§ **RECORDS SUPPLIED**:
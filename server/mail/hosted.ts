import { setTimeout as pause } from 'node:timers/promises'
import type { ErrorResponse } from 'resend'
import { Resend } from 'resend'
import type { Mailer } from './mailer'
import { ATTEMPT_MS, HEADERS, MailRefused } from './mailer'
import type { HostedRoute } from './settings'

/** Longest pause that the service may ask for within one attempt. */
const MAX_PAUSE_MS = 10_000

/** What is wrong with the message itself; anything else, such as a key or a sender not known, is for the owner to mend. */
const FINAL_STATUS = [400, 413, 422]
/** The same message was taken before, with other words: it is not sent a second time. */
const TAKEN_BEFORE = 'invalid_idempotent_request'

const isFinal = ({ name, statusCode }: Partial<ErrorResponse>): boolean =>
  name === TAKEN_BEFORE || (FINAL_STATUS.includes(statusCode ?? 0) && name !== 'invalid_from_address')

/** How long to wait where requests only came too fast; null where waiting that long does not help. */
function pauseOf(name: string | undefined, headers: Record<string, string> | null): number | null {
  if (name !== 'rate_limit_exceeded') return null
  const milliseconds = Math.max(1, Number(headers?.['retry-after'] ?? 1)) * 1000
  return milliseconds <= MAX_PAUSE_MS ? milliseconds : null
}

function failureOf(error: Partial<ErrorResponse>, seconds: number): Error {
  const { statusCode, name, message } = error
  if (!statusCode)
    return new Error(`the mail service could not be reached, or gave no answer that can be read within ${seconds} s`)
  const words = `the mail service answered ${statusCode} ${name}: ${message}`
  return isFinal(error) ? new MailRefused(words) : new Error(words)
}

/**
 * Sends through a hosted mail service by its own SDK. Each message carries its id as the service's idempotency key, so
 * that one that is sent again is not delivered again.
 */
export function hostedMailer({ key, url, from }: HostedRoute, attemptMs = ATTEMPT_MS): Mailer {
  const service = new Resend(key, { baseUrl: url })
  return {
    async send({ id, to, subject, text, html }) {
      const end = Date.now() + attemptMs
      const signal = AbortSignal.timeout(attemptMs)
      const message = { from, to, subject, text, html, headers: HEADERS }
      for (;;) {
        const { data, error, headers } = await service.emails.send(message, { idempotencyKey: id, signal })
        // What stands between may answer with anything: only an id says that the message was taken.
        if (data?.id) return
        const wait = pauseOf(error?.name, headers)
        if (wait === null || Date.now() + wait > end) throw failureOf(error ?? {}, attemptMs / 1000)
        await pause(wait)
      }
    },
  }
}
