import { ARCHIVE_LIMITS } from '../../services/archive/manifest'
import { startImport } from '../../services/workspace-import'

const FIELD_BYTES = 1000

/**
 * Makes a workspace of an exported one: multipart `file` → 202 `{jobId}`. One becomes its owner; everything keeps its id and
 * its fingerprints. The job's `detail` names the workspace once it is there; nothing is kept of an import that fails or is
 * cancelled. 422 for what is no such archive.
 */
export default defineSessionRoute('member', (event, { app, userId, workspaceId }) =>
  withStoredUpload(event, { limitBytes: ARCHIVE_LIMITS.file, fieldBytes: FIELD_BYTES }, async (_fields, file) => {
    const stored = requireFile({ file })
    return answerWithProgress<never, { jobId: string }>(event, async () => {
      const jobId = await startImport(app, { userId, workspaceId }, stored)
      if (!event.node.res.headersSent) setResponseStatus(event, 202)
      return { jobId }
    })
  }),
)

--

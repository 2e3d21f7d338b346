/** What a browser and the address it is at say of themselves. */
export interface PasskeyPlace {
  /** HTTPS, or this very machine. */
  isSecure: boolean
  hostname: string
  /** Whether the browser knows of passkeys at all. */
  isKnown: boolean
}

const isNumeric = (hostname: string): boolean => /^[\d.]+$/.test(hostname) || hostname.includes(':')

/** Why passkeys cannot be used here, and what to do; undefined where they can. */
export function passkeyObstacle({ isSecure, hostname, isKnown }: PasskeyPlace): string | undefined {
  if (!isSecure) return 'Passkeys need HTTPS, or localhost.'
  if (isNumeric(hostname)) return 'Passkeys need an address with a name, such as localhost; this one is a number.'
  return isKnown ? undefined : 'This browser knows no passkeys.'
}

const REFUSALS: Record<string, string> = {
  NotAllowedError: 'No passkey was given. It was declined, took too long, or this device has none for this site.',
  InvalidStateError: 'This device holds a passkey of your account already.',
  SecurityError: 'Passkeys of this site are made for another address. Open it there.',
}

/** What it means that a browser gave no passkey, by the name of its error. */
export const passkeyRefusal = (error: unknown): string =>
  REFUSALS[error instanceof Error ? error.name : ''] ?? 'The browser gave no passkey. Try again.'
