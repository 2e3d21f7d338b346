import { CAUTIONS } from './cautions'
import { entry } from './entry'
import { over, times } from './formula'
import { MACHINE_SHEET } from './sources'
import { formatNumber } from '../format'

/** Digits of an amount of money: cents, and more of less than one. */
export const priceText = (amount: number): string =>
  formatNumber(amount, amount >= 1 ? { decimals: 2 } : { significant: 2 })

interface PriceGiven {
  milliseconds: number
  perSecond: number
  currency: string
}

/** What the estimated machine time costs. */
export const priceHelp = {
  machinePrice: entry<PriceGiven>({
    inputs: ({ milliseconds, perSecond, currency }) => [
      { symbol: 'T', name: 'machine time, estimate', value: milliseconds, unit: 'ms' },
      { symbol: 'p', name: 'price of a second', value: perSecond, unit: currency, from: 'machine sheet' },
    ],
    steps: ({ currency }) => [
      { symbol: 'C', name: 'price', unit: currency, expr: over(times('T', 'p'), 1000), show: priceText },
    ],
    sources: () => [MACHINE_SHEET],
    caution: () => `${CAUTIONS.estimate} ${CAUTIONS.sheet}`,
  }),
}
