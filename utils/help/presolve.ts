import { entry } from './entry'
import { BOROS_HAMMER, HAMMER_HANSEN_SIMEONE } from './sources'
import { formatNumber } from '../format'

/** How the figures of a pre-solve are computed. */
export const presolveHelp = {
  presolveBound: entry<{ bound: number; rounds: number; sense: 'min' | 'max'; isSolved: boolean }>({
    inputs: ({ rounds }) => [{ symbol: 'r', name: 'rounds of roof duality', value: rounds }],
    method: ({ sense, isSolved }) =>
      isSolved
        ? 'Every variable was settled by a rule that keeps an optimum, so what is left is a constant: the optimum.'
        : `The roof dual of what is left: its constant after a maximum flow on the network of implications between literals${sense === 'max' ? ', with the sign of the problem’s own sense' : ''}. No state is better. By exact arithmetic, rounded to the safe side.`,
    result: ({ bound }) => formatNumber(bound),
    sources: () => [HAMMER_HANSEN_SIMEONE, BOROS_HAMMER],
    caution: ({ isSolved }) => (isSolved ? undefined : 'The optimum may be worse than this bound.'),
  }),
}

---

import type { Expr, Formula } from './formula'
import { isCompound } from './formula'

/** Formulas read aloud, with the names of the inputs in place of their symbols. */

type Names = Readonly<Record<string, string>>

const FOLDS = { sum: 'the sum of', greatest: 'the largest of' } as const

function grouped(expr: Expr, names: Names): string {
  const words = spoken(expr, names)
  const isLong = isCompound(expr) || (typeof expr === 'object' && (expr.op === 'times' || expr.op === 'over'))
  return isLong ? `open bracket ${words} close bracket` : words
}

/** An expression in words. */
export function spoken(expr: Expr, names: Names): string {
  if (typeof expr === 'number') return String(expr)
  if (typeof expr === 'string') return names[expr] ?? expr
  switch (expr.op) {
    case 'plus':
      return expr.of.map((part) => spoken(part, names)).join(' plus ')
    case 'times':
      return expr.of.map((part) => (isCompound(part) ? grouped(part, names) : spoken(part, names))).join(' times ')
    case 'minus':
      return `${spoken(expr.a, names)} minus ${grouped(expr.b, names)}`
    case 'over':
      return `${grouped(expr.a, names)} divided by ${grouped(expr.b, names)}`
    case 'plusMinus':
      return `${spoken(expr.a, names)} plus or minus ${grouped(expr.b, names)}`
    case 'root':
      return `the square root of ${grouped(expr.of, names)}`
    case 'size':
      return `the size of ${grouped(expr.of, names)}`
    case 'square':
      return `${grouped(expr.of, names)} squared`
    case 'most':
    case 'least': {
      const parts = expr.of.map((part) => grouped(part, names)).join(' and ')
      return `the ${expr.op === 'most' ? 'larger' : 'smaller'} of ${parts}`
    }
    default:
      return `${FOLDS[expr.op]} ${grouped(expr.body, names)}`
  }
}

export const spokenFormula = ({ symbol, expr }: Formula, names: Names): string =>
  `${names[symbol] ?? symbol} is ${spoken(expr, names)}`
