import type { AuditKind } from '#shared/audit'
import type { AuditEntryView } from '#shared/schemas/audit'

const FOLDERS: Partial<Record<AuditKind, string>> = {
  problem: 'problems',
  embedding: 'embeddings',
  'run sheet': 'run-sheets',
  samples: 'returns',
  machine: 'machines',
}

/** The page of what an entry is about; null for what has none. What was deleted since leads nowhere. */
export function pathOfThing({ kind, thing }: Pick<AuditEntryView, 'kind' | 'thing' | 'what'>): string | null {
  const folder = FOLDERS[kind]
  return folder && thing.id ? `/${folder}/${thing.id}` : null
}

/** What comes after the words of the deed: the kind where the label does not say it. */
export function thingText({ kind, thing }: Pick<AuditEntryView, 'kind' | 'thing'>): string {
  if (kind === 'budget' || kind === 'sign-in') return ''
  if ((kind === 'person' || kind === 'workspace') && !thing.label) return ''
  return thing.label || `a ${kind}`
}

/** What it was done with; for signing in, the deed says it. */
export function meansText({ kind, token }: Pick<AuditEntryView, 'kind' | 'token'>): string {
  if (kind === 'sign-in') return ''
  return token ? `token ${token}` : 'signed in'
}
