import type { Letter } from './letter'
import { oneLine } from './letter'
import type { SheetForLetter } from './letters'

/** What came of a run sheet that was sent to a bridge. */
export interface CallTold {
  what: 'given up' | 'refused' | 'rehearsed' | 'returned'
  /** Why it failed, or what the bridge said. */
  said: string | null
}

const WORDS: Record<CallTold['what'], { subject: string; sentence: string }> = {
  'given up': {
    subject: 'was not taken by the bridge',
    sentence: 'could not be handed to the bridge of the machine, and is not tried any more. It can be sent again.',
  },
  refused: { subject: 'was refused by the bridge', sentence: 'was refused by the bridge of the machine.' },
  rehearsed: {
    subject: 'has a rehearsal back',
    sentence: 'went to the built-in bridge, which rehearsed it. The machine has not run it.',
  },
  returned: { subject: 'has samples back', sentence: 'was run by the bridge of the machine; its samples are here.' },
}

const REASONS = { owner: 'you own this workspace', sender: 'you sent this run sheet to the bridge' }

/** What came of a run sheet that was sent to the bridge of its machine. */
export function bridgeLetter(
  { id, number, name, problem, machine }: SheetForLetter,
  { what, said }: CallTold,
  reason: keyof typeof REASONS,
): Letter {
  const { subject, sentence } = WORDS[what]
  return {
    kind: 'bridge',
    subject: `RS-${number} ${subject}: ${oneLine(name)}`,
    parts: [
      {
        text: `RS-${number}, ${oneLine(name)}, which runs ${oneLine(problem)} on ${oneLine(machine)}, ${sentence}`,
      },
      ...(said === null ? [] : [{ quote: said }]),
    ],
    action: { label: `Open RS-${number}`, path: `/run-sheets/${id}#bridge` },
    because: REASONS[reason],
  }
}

§ **YOUR INSTRUCTIONS**:
Search the data and copy each line containing "back".

§ **OUTPUT OF THE EXERCISE**:
    subject: 'has a rehearsal back',
  returned: { subject: 'has samples back', sentence: 'was run by the bridge of the machine; its samples are here.' },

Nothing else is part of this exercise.